The Centre for Social Justice (CSJ) says that family hubs would act as local ‘nerve centres’ to enable parents to access all family-related support including universal services and specialist help to meet their ‘most pressing needs’.
The idea is just one recommendation by the think tank to tackle ‘very high’ levels of family breakdown in this country, outlined in a new report-‘Fully committed? How a Government could reverse family breakdown’, the second of its Breakthrough Britain 2015 series.
Charity 4Children has continued to call for children’s centres to work as ‘community childcare hubs', and last year received a two-year Government funded contract to pilot this approach.
Family Hubs
According to the CSJ, the primary purpose of the family hubs would be to provide accessible, friendly and comprehensive support to strengthen local families.
This support would include birth registration, antenatal and postnatal services, information on childcare, employment and debt advice, relationship and parenting support, local activities for families and services for children over the age of five.

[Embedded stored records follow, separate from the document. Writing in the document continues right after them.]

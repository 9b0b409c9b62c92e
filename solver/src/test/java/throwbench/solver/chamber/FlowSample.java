package throwbench.solver.chamber;

import java.util.Arrays;
import java.util.OptionalDouble;
import throwbench.solver.fluid.PerfectGas;
import throwbench.solver.mechanism.Linkage;
import throwbench.solver.mechanism.Rotation;
import throwbench.solver.mechanism.Sweep;

/** The chambers that valve flow is tried on: a double-acting throw at four speeds and sizes of valves. */
enum FlowSample {
    /** 740 rev/min, 26 and 22 cm². */
    A(740, 1, 4.1e5, 11.5e5, 0.14, 0.16),
    /** Four times the areas. */
    B(740, 4, 4.1e5, 11.5e5, 0.14, 0.16),
    /** The same, slow. */
    C(200, 4, 4.1e5, 11.5e5, 0.14, 0.16),
    /** Fast, narrow, a high ratio. */
    D(1200, 0.7, 1e5, 6e5, 0.10, 0.12);

    static final double ATMOSPHERE = 101325;

    private final double revolutionsPerMinute;
    private final double areas;
    private final double suctionGauge;
    private final double dischargeGauge;
    private final double headClearance;
    private final double crankClearance;

    FlowSample(
            double revolutionsPerMinute,
            double areas,
            double suctionGauge,
            double dischargeGauge,
            double headClearance,
            double crankClearance) {
        this.revolutionsPerMinute = revolutionsPerMinute;
        this.areas = areas;
        this.suctionGauge = suctionGauge;
        this.dischargeGauge = dischargeGauge;
        this.headClearance = headClearance;
        this.crankClearance = crankClearance;
    }

    FlowValves valves() {
        return new FlowValves(26e-4 * areas, 22e-4 * areas);
    }

    private LineConditions lines() {
        return new LineConditions(suctionGauge + ATMOSPHERE, dischargeGauge + ATMOSPHERE, OptionalDouble.of(305.15));
    }

    ChamberDuty duty(Side side) {
        return duty(side, ChamberCondition.WORKING);
    }

    ChamberDuty duty(Side side, ChamberState state, double leakArea) {
        return duty(side, new ChamberCondition(state, leakArea, Clearance.NONE));
    }

    private ChamberDuty duty(Side side, ChamberCondition condition) {
        Linkage linkage = new Linkage(0.075, 0.4, 0);
        double inner = side == Side.HEAD ? 0 : 0.064;
        double area = Math.PI / 4 * (0.32 * 0.32 - inner * inner);
        double swept = area * linkage.stroke();
        double clearance = side == Side.HEAD ? headClearance : crankClearance;
        return new ChamberDuty(
                linkage,
                Rotation.COUNTER_CLOCKWISE,
                new ChamberVolume(side, area, linkage.stroke(), clearance * swept),
                new PerfectGas(0.0272, 1.29),
                lines(),
                condition,
                revolutionsPerMinute * Math.PI / 30,
                0);
    }

    /** The curve of a cycle that must be solved. */
    static PressureCurve solved(Cycle cycle, ChamberDuty duty) {
        CycleOutcome outcome = cycle.solve(duty);
        return outcome.curve().orElseThrow(() -> new AssertionError(outcome.refusal()));
    }

    /** Pressures at equally spaced crank angles from 0, Pa. */
    static double[] pressures(PressureCurve curve, ChamberDuty duty, int stations) {
        Sweep sweep = Sweep.wholeTurn(duty.linkage(), duty.rotation(), 0, stations);
        double[] pressure = new double[stations];
        curve.fill(new ChamberSweep(sweep, duty.volume()), pressure);
        return pressure;
    }

    /** −∮ p dV of pressures at equally spaced crank angles, by the trapezoidal rule, J. */
    static double work(double[] pressures, ChamberDuty duty) {
        double work = 0;
        double step = 2 * Math.PI / pressures.length;
        for (int i = 0; i < pressures.length; i++) {
            work -= pressures[i] * volumeSlope(duty, i * step) * step;
        }
        return work;
    }

    /** dV/dφ by a difference quotient, m³/rad. */
    static double volumeSlope(ChamberDuty duty, double angle) {
        double d = 1e-6;
        ChamberVolume volume = duty.volume();
        double after = volume.at(duty.linkage().travel(angle + d, duty.rotation()));
        double before = volume.at(duty.linkage().travel(angle - d, duty.rotation()));
        return (after - before) / (2 * d);
    }

    static double greatest(double[] values) {
        return Arrays.stream(values).max().orElseThrow();
    }
}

The think tank says that the hubs would maximise impact and reduce costs of statutory services through co-location and co-ordination.
They would also link with activities provided by local and community volunteers, faith and parent groups, who the CSJ claims can reach families in communities that tend not to visit children’s centres.
Fathers
The report goes on to recommend, within its section on fathers, that family hubs work on a payment by results method depending on how many dads they actively involve.
To make it easier for fathers, particularly young fathers, to attend family hubs, the think tank says these settings should be open for longer, for example from 8am-8pm, as well as at weekends.
Another recommendation in the report is for the requirement that fathers be included on a child’s birth certificate to help correct the imbalance of parents’ rights and responsibilities.
The think tank also calls for the Government to urgently raise the current threshold at which fathers are expected to pay the reduced and basic rates of child maintenance to enable paying parents to support themselves as well as their children.
Other chapters within the report cover children in care, kinship care, the Troubled Families programme, which the CSJ says should be made a long-term commitment, and supporting couple relationships.
Within ‘Supporting couple relationships’, the think tank promotes marriage as a way of preventing family breakdown and recommends waiving the registry office fee of £70 for couples intending to marry who take part in an accredited marriage preparation course.
Christian Guy, director of the Centre for Social Justice, said, ‘For too long family breakdown in this country has gone unchallenged –despite the devastating impact it has on adults, children and communities.
‘The next Government can’t hide from this and needs to raise the stakes, get behind families and promote stability. This report outlines the ways to do it.
‘There is a dangerous assumption that family breakdown is inevitable in modern society –this should be absolutely rejected. Political rhetoric in this country shouldn’t just focus on economic recovery, but much needed social recovery too that should start with supporting families.’
Anne Longfield, chief executive of 4Children, said, ‘We are pleased that the Centre for Social Justice is backing our proposals to expand children’s centres into community hubs to provide inter-generational community support. 4Children is already developing centres in this way in a number of areas of the country, which are providing effective ways at providing exactly the sort of support families tell us they need.
‘Children’s Centres provide a wealth of family support to more than a million families and are therefore well placed to drive effective and joined up early intervention and support for the whole family.’
Fiona Weir, chief executive of the charity Gingerbread, said, ‘Most single parent families are doing a good job of bringing up their children. Government spending should be focussed on policies that make a real difference, for families of all shapes and sizes.
‘This report paints a melodramatic picture which is far from the reality of modern British family life. The vast majority of children in single parent households grow up perfectly well, and the proportion of households headed up by a single mum or dad has barely changed in over a decade.
‘The biggest factor affecting children's wellbeing is the daily grind of poverty - not whether their parents have a marriage certificate.’